-- Data provided follows --

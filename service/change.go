package service

import (
	"context"
	"errors"
	"fmt"
	"math"
	"strings"
	"time"

	pb "limitary/api/limitary/v1"
	"limitary/internal/changetest"
	"limitary/internal/chart"
	"limitary/internal/definition"
	"limitary/internal/limits"
	"limitary/internal/store"
)

// looksPeriod is the time over which looks at the limits of a track are counted.
const looksPeriod = 365 * 24 * time.Hour

// CanCompare reports whether limits of a kind can be set against new data.
func CanCompare(kind chart.Kind) bool {
	return changetest.Compared(kind)
}

// CompareSent sets the data of a computation against figures in force that were sent along. A refusal of group i names it
// by path; nil leaves the name of package changetest.
func CompareSent(in *pb.InForce, req limits.Request, path func(i int, tail string) string) (*pb.ChangeTest, error) {
	if !CanCompare(req.Kind) {
		return nil, definition.Invalid("kind", "charts of kind %s are not set against limits in force", req.Kind)
	}
	old, err := inForceFromProto(in, req.Kind, req.SubgroupSize)
	if err != nil {
		return nil, under("in_force", err)
	}
	looks := int(in.Looks)
	if looks == 0 {
		looks = 1
	}
	r := changetest.Request{
		InForce:   old,
		Relevance: changetest.Relevance{CentreSigmas: in.GetRelevantShiftSigmas(), SigmaRatio: in.GetRelevantSigmaRatio()},
		Trigger:   trigger(in.AfterSignal), Looks: looks,
	}
	model := chart.Model{Transform: req.Transform, Levels: req.Levels}
	for _, g := range req.Groups {
		r.Groups = append(r.Groups, changetest.Group{Group: onScale(g, &model)})
	}
	res, err := changetest.Compare(r)
	if err != nil {
		return nil, changeRefusal(err, path)
	}
	out := changeOf(res)
	return changeTestToProto(&out), nil
}

func trigger(afterSignal bool) changetest.Trigger {
	if afterSignal {
		return changetest.AfterSignal
	}
	return changetest.Planned
}

// compareStored sets the data of a proposal against the version it would follow, on that version's scale; nil where there
// is none, or where it has no centre.
func (s *LimitService) compareStored(ctx context.Context, who store.Actor, p *proposal, c definition.Chart, basis *basisData) (*definition.ChangeTest, error) {
	if !CanCompare(c.Kind) || len(basis.groups) == 0 {
		return nil, nil
	}
	v, err := s.store.VersionInForce(ctx, who, c.Name, p.in.Lot, p.effectiveFrom)
	var refused *definition.Error
	if errors.As(err, &refused) {
		return nil, nil // nothing is in force
	}
	if err != nil {
		return nil, err
	}
	looks, err := s.store.CountProposals(ctx, who, c.Name, p.in.Lot, looksPeriod)
	if err != nil {
		return nil, err
	}
	if centred := v.Location != nil && v.Location.Centre != nil; !centred && !v.Kind.Duplicates() {
		return nil, nil
	}
	shift, ratio := c.Relevance()
	req := changetest.Request{
		InForce: inForce(v.Content), Looks: looks + 1, Trigger: trigger(p.in.AfterSignal),
		Relevance: changetest.Relevance{CentreSigmas: shift, SigmaRatio: ratio},
	}
	for i, g := range basis.groups {
		req.Groups = append(req.Groups, changetest.Group{Group: onScale(g, v.Model), InOldBasis: basis.inBasisOf(v.Content, i)})
	}
	res, err := changetest.Compare(req)
	if err != nil {
		return nil, changeRefusal(err, basis.path)
	}
	out := changeOf(res)
	out.Against = v.Number
	if v.BasisFrom == nil && !(v.CentreGiven && v.SigmaGiven) {
		out.Notes = append(out.Notes, fmt.Sprintf("The basis of version %d is data that were sent along, so it is not known whether any of these results are in it; all were taken as new.", v.Number))
	}
	return &out, nil
}

// inBasisOf reports whether group i is of the time of a version's stored basis.
func (b *basisData) inBasisOf(v definition.Content, i int) bool {
	if v.BasisFrom == nil || v.BasisTo == nil || i >= len(b.times) {
		return false
	}
	at := b.times[i]
	return !at.Before(*v.BasisFrom) && at.Before(*v.BasisTo)
}

// onScale gives a group with its readings on the judged scale. One with a reading that has no place there is left out.
func onScale(g limits.Group, m *chart.Model) limits.Group {
	if m == nil || !m.Scaled() {
		return g
	}
	readings, placed := make([]float64, len(g.Readings)), true
	for i, x := range g.Readings {
		var ok bool
		readings[i], ok = m.OnScale(x, g.Material)
		placed = placed && ok
	}
	g.Readings, g.Decimals = readings, limits.DecimalsUnknown
	if !placed && !g.Excluded {
		g.Excluded, g.ExclusionReason = true, "it has no place on the scale of the limits in force"
	}
	return g
}

func changeRefusal(err error, path func(i int, tail string) string) error {
	var e *changetest.Error
	if !errors.As(err, &e) {
		return err
	}
	if strings.HasPrefix(e.Field, "groups[") && path != nil {
		return computeRefusal(err, path)
	}
	name, text := strings.TrimPrefix(e.Field, "inForce."), e.Problem
	if !strings.HasPrefix(name, "model.") && !strings.HasPrefix(name, "groups[") { // which have other names
		name = changeNames.Replace(name)
	}
	if e.Value != "" {
		text = e.Value + ": " + e.Problem
	}
	return definition.Invalid("in_force."+name, "%s", text)
}

// changeNames turns the field names of package changetest into those of the contract.
var changeNames = strings.NewReplacer("subgroupSize", "subgroup_size", "degreesOfFreedom", "degrees_of_freedom", "groups", "n", "sigma", "process_sigma",
	"betweenSigma", "between_sigma", "relevance.centreSigmas", "relevant_shift_sigmas", "relevance.sigmaRatio", "relevant_sigma_ratio")

func changeOf(r changetest.Result) definition.ChangeTest {
	out := definition.ChangeTest{
		Results: r.Groups, Excluded: r.ExcludedLeftOut, InOldBasis: r.BasisLeftOut,
		Decision: r.Decision.String(),
		Looks:    r.Looks.Count, OneWrongMax: r.Looks.OneWrongMax, Lag1: r.Correlation.Lag1,
		EffectiveForCentre: r.Correlation.EffectiveForCentre, EffectiveForSpread: r.Correlation.EffectiveForSpread, Text: r.Sentence,
	}
	if r.Centre != nil {
		out.Centre = figureOf(*r.Centre)
	}
	if r.Spread != nil {
		out.Spread = figureOf(*r.Spread)
	}
	if r.Means != nil {
		means := figureOf(*r.Means)
		out.Means = &means
	}
	return out
}

func figureOf(c changetest.Comparison) definition.ChangeFigure {
	out := definition.ChangeFigure{
		Estimate: c.Estimate, RelevantLower: c.Relevance.Lower, RelevantUpper: c.Relevance.Upper, Decision: c.Decision.String(),
		Reason: c.Reason.String(), Differs: c.Differs, PValid: c.PValid, PReason: c.PReason, Text: c.Sentence,
	}
	if c.Interval != nil {
		out.Lower, out.Upper = finiteOnly(c.Interval.Lower), finiteOnly(c.Interval.Upper)
	}
	if c.Test != nil {
		out.P = finiteOnly(c.Test.P)
	}
	if c.Plain != nil {
		out.PlainP = finiteOnly(c.Plain.P)
	}
	if c.Needed != nil && c.Needed.Reachable {
		out.Needed = &c.Needed.Groups
	}
	if c.Published != nil {
		out.PublishedDecision = c.Published.Decision.String()
	}
	return out
}

// finiteOnly gives nil for a figure that cannot be written as a number.
func finiteOnly(x float64) *float64 {
	if math.IsNaN(x) || math.IsInf(x, 0) {
		return nil
	}
	return &x
}

func changeTestToProto(c *definition.ChangeTest) *pb.ChangeTest {
	if c == nil {
		return nil
	}
	out := &pb.ChangeTest{
		Against: int32(c.Against), Results: int32(c.Results), Excluded: int32(c.Excluded), InOldBasis: int32(c.InOldBasis),
		Centre: figureToProto(c.Centre), Spread: figureToProto(c.Spread), Decision: decisionToProto(c.Decision),
		Looks: int32(c.Looks), OneWrongMax: c.OneWrongMax, Lag1: c.Lag1, EffectiveForCentre: c.EffectiveForCentre,
		EffectiveForSpread: c.EffectiveForSpread, Text: c.Text, Notes: c.Notes,
	}
	if c.Means != nil {
		out.Means = figureToProto(*c.Means)
	}
	return out
}

// figureToProto writes a figure; nil where the kind has no such figure, which is then without a decision.
func figureToProto(f definition.ChangeFigure) *pb.ChangeFigure {
	if f.Decision == "" {
		return nil
	}
	out := &pb.ChangeFigure{
		Estimate: f.Estimate, Lower: f.Lower, Upper: f.Upper, RelevantLower: f.RelevantLower, RelevantUpper: f.RelevantUpper,
		Decision: decisionToProto(f.Decision), Reason: f.Reason, Differs: f.Differs, PublishedDecision: decisionToProto(f.PublishedDecision),
		P: f.P, PValid: f.PValid, PReason: f.PReason, PlainP: f.PlainP, Text: f.Text,
	}
	if f.Needed != nil {
		n := int32(*f.Needed)
		out.Needed = &n
	}
	return out
}

func decisionToProto(name string) pb.ChangeDecision {
	return pb.ChangeDecision(pb.ChangeDecision_value["CHANGE_DECISION_"+name])
}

-- Data provided concluded --

** Problem to work on **
Report every line of the records that contains the word "Estimate".

** Your response **
		Estimate: c.Estimate, RelevantLower: c.Relevance.Lower, RelevantUpper: c.Relevance.Upper, Decision: c.Decision.String(),
		Estimate: f.Estimate, Lower: f.Lower, Upper: f.Upper, RelevantLower: f.RelevantLower, RelevantUpper: f.RelevantUpper,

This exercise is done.